» What to work on
Return all of the records below verbatim.

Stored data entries

*** Block opens ***

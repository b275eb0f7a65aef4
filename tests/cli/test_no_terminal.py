"""``blotter`` with no command and no terminal refuses to start the app, in one line of words."""

from __future__ import annotations

import os
import pty
import select
import subprocess
import sys
from pathlib import Path

import pytest


def _drain(fd: int) -> bytes:
    """What is waiting on a pseudo-terminal's leader side."""
    out = b""
    while select.select([fd], [], [], 0.2)[0]:
        try:
            chunk = os.read(fd, 4096)
        except OSError:  # the follower side is closed and nothing is left
            break
        if not chunk:
            break
        out += chunk
    return out


@pytest.mark.parametrize("piped", ["stdin", "stdout", "stderr", "all"])
def test_bare_blotter_without_a_terminal_says_to_use_a_command(piped: str, demo_db: Path) -> None:
    # The sides not piped are a pseudo-terminal, so each side is checked on its own (Textual
    # draws on stderr, so a redirected stderr would receive the screen).
    leader, follower = pty.openpty()
    try:
        with open(os.devnull, "rb") as null_in:
            r = subprocess.run(
                [sys.executable, "-m", "blotter", "--db", str(demo_db)],
                stdin=null_in if piped in ("stdin", "all") else follower,
                stdout=subprocess.PIPE if piped in ("stdout", "all") else follower,
                stderr=subprocess.PIPE if piped in ("stderr", "all") else follower,
                timeout=60,
            )
        on_terminal = _drain(leader)
    finally:
        os.close(follower)
        os.close(leader)
    assert r.returncode == 1
    said = r.stderr if r.stderr is not None else on_terminal
    lines = said.decode().strip().splitlines()
    assert len(lines) == 1, lines
    assert "no terminal" in lines[0] and "blotter --help" in lines[0]
    if r.stdout is not None:
        assert r.stdout == b""  # no screen drawn into the pipe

*** Block closes ***

» Answer area
repository b275eb0f7a65aef4
filename tests/cli/test_no_terminal.py
"""``blotter`` with no command and no terminal refuses to start the app, in one line of words."""

from __future__ import annotations

import os
import pty
import select
import subprocess
import sys
from pathlib import Path

import pytest


def _drain(fd: int) -> bytes:
    """What is waiting on a pseudo-terminal's leader side."""
    out = b""
    while select.select([fd], [], [], 0.2)[0]:
        try:
            chunk = os.read(fd, 4096)
        except OSError:  # the follower side is closed and nothing is left
            break
        if not chunk:
            break
        out += chunk
    return out


@pytest.mark.parametrize("piped", ["stdin", "stdout", "stderr", "all"])
def test_bare_blotter_without_a_terminal_says_to_use_a_command(piped: str, demo_db: Path) -> None:
    # The sides not piped are a pseudo-terminal, so each side is checked on its own (Textual
    # draws on stderr, so a redirected stderr would receive the screen).
    leader, follower = pty.openpty()
    try:
        with open(os.devnull, "rb") as null_in:
            r = subprocess.run(
                [sys.executable, "-m", "blotter", "--db", str(demo_db)],
                stdin=null_in if piped in ("stdin", "all") else follower,
                stdout=subprocess.PIPE if piped in ("stdout", "all") else follower,
                stderr=subprocess.PIPE if piped in ("stderr", "all") else follower,
                timeout=60,
            )
        on_terminal = _drain(leader)
    finally:
        os.close(follower)
        os.close(leader)
    assert r.returncode == 1
    said = r.stderr if r.stderr is not None else on_terminal
    lines = said.decode().strip().splitlines()
    assert len(lines) == 1, lines
    assert "no terminal" in lines[0] and "blotter --help" in lines[0]
    if r.stdout is not None:
        assert r.stdout == b""  # no screen drawn into the pipe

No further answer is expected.